Tuesday, May 06, 2008

Letter from Europe: Here's Looking at You

In some cases when one of my colleagues feeds me a good FSP topic or anecdote, I am quite comfortable writing about it myself. Recently a colleague told me about an incident that I thought would be best told by the original source. So, today there is a guest writer for FSP:


I am a European Science Professor. Recently I was asked to write letters of recommendation for two aspiring FSPs (FSP1 and FSP2) who both applied to the same tenure-track position at a European university. I know both women well because I have collaborated with both on various research projects. FSP1 just came back from an “informal” seminar she gave at the university, in preparation for the formal interviews that will seal their fate.

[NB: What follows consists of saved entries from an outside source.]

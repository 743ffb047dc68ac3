package org.saddlebook.evaluation.internal;

import static org.junit.jupiter.api.Assertions.assertEquals;
import static org.junit.jupiter.api.Assertions.assertFalse;
import static org.junit.jupiter.api.Assertions.assertThrows;
import static org.junit.jupiter.api.Assertions.assertTrue;

import java.util.List;
import java.util.Map;
import java.util.Set;
import java.util.TreeMap;
import java.util.concurrent.CountDownLatch;
import java.util.concurrent.TimeUnit;
import org.junit.jupiter.api.Test;
import org.junit.jupiter.api.Timeout;
import org.saddlebook.api.analysis.Analysis;
import org.saddlebook.api.campaign.Campaign;
import org.saddlebook.api.findings.Findings;
import org.saddlebook.api.findings.Node;
import org.saddlebook.api.findings.Section;
import org.saddlebook.api.service.Progress;
import org.saddlebook.api.task.Cancelled;
import org.saddlebook.api.task.Task;

@Timeout(60)
class EvaluatorTest {
    /** What an analysis under test does. */
    private interface Work {
        Section of(String id, Findings earlier, Task task) throws Exception;
    }

    private final Map<String, Analysis> analyses = new TreeMap<>();
    private final Map<String, String> bundles = new TreeMap<>();

    @Test
    void runsAnAnalysisAfterThoseItReads() throws Cancelled {
        add(
                "alpha",
                Set.of("omega"),
                (id, earlier, task) -> done(id, earlier.sections().keySet().toString()));
        add(
                "omega",
                Set.of(),
                (id, earlier, task) -> done(id, earlier.sections().keySet().toString()));
        Findings findings = evaluate();
        assertEquals(List.of("omega", "alpha"), List.copyOf(findings.sections().keySet()));
        assertEquals("[omega]", text(findings, "alpha"));
        assertEquals("[]", text(findings, "omega"), "a section sees only what it says it reads");
    }

    @Test
    void aFailingAnalysisLosesOnlyItsOwnSectionAndIsNamed() throws Cancelled {
        add("broken", Set.of(), (id, earlier, task) -> {
            throw new IllegalStateException("no luck");
        });
        add("linked", Set.of(), (id, earlier, task) -> {
            throw new NoClassDefFoundError("com/example/Gone");
        });
        add("mute", Set.of(), (id, earlier, task) -> null);
        add("whole", Set.of("broken"), (id, earlier, task) -> done(id, "here"));
        Findings findings = evaluate();
        assertEquals(
                Section.Outcome.FAILED, findings.section("broken").orElseThrow().outcome());
        assertEquals(
                "analysis broken of bundle com.example.broken failed: IllegalStateException, no luck",
                reason(findings, "broken"));
        assertTrue(reason(findings, "linked").contains("NoClassDefFoundError, com/example/Gone"));
        assertTrue(reason(findings, "mute").contains("returned nothing"));
        assertEquals("here", text(findings, "whole"));
    }

    @Test
    void aCycleRefusesOnlyItsMembers() throws Cancelled {
        add("a", Set.of("b"), (id, earlier, task) -> done(id, ""));
        add("b", Set.of("a"), (id, earlier, task) -> done(id, ""));
        add("c", Set.of("a"), (id, earlier, task) -> done(id, "here"));
        Findings findings = evaluate();
        assertEquals(
                Section.Outcome.REFUSED, findings.section("a").orElseThrow().outcome());
        assertEquals(
                Section.Outcome.REFUSED, findings.section("b").orElseThrow().outcome());
        assertEquals("here", text(findings, "c"));
    }

    @Test
    void aSectionUnderAForeignNameIsNotTaken() throws Cancelled {
        add("a", Set.of(), (id, earlier, task) -> done("barrier", "stolen"));
        assertEquals(
                Section.Outcome.FAILED, evaluate().section("a").orElseThrow().outcome());
    }

    @Test
    void aHangingAnalysisIsLeftBehindWhileItsOuterOneGoesOn() throws Cancelled {
        CountDownLatch never = new CountDownLatch(1);
        add("outer", Set.of(), (id, earlier, task) -> {
            String inner = task.contain("model x of bundle y", () -> never.await(1, TimeUnit.DAYS))
                    .toString();
            return done(id, inner);
        });
        String text = text(evaluate(), "outer");
        assertTrue(text.contains("model x of bundle y did not answer for"), text);
        never.countDown();
    }

    @Test
    void cancelStopsAHangingAnalysis() {
        CountDownLatch never = new CountDownLatch(1);
        add("hangs", Set.of(), (id, earlier, task) -> {
            never.await();
            return done(id, "");
        });
        Progress cancelling = new Progress() {
            @Override
            public void report(double fraction, String doing) {}

            @Override
            public void check() throws Cancelled {
                if (Thread.currentThread().isDaemon()) {
                    return;
                }
                asked++;
                if (asked > 2) {
                    throw new Cancelled();
                }
            }

            private int asked;
        };
        Task task = new EvaluationTask(1, 1, TimeUnit.HOURS.toNanos(1), cancelling);
        assertThrows(
                Cancelled.class,
                () -> new Evaluator(analyses, bundles).evaluate(Campaign.titled("t"), "d", task, ran -> {}));
        never.countDown();
    }

    @Test
    void anAnalysisThatDoesNotApplyLeavesNoSection() throws Cancelled {
        add("a", Set.of(), (id, earlier, task) -> done(id, ""));
        Analysis applies = analyses.get("a");
        analyses.put("b", new Delegate(applies, "b", false));
        assertFalse(evaluate().sections().containsKey("b"));
    }

    private Findings evaluate() throws Cancelled {
        Task task = new EvaluationTask(1, 2, TimeUnit.MILLISECONDS.toNanos(300), Progress.NONE);
        return new Evaluator(analyses, bundles).evaluate(Campaign.titled("t"), "d", task, ran -> {});
    }

    private void add(String id, Set<String> reads, Work work) {
        bundles.put(id, "com.example." + id);
        analyses.put(id, new Analysis() {
            @Override
            public String section() {
                return id;
            }

            @Override
            public String title() {
                return id;
            }

            @Override
            public Set<String> reads() {
                return reads;
            }

            @Override
            public boolean appliesTo(Campaign campaign) {
                return true;
            }

            @Override
            public Section analyse(Campaign campaign, Findings earlier, Task task) throws Cancelled {
                try {
                    return work.of(id, earlier, task);
                } catch (Cancelled | RuntimeException passed) {
                    throw passed;
                } catch (Exception other) {
                    throw new IllegalStateException(other);
                }
            }
        });
    }

    private record Delegate(Analysis inner, String section, boolean applies) implements Analysis {
        @Override
        public String title() {
            return section;
        }

        @Override
        public Set<String> reads() {
            return inner.reads();
        }

        @Override
        public boolean appliesTo(Campaign campaign) {
            return applies;
        }

        @Override
        public Section analyse(Campaign campaign, Findings earlier, Task task) throws Cancelled {
            return inner.analyse(campaign, earlier, task);
        }
    }

    private static Section done(String id, String text) {
        return Section.done(id, id, new Node.Group(Map.of("text", new Node.Text(text))), Map.of());
    }

    private static String text(Findings findings, String section) {
        return member(findings, section, "text");
    }

    private static String reason(Findings findings, String section) {
        return member(findings, section, "reason");
    }

    private static String member(Findings findings, String section, String key) {
        Node.Group body = (Node.Group) findings.section(section).orElseThrow().body();
        return ((Node.Text) body.get(key).orElseThrow()).value();
    }
}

FSP2 had also visited “informally” a few weeks before.

FSP1 said to me that she felt very good about her visit because there is an excellent academic fit between her field of expertise and where the institution wants to go. Something worried her though. She was told that FSP2, who is also an excellent young scientist, had the preference of a fraction of the (male) faculty because of her looks. FSP1 has never met FSP2 in person and asked me, somewhat nervously, what I think of FSP2’s stunning looks. I am not used to taking these criteria into consideration, and the overall story gave me pause. It is bad enough for these men to make comments on FSP2’s appearance and use this in a hiring decision, but it is quite incredible to tell FSP1 about it.

This is an extreme situation perhaps, although I don’t think it is isolated in our male-dominated fields, but it made me wonder, beyond the fact that the men at this institution are pigs, what is the effect of looks in the hiring process. Here in Europe it is common, and often required, for candidates to include a picture ID in their application file. It is also common, as I did a while ago on a search committee, to hear comments made on the physical appearance of women applicants.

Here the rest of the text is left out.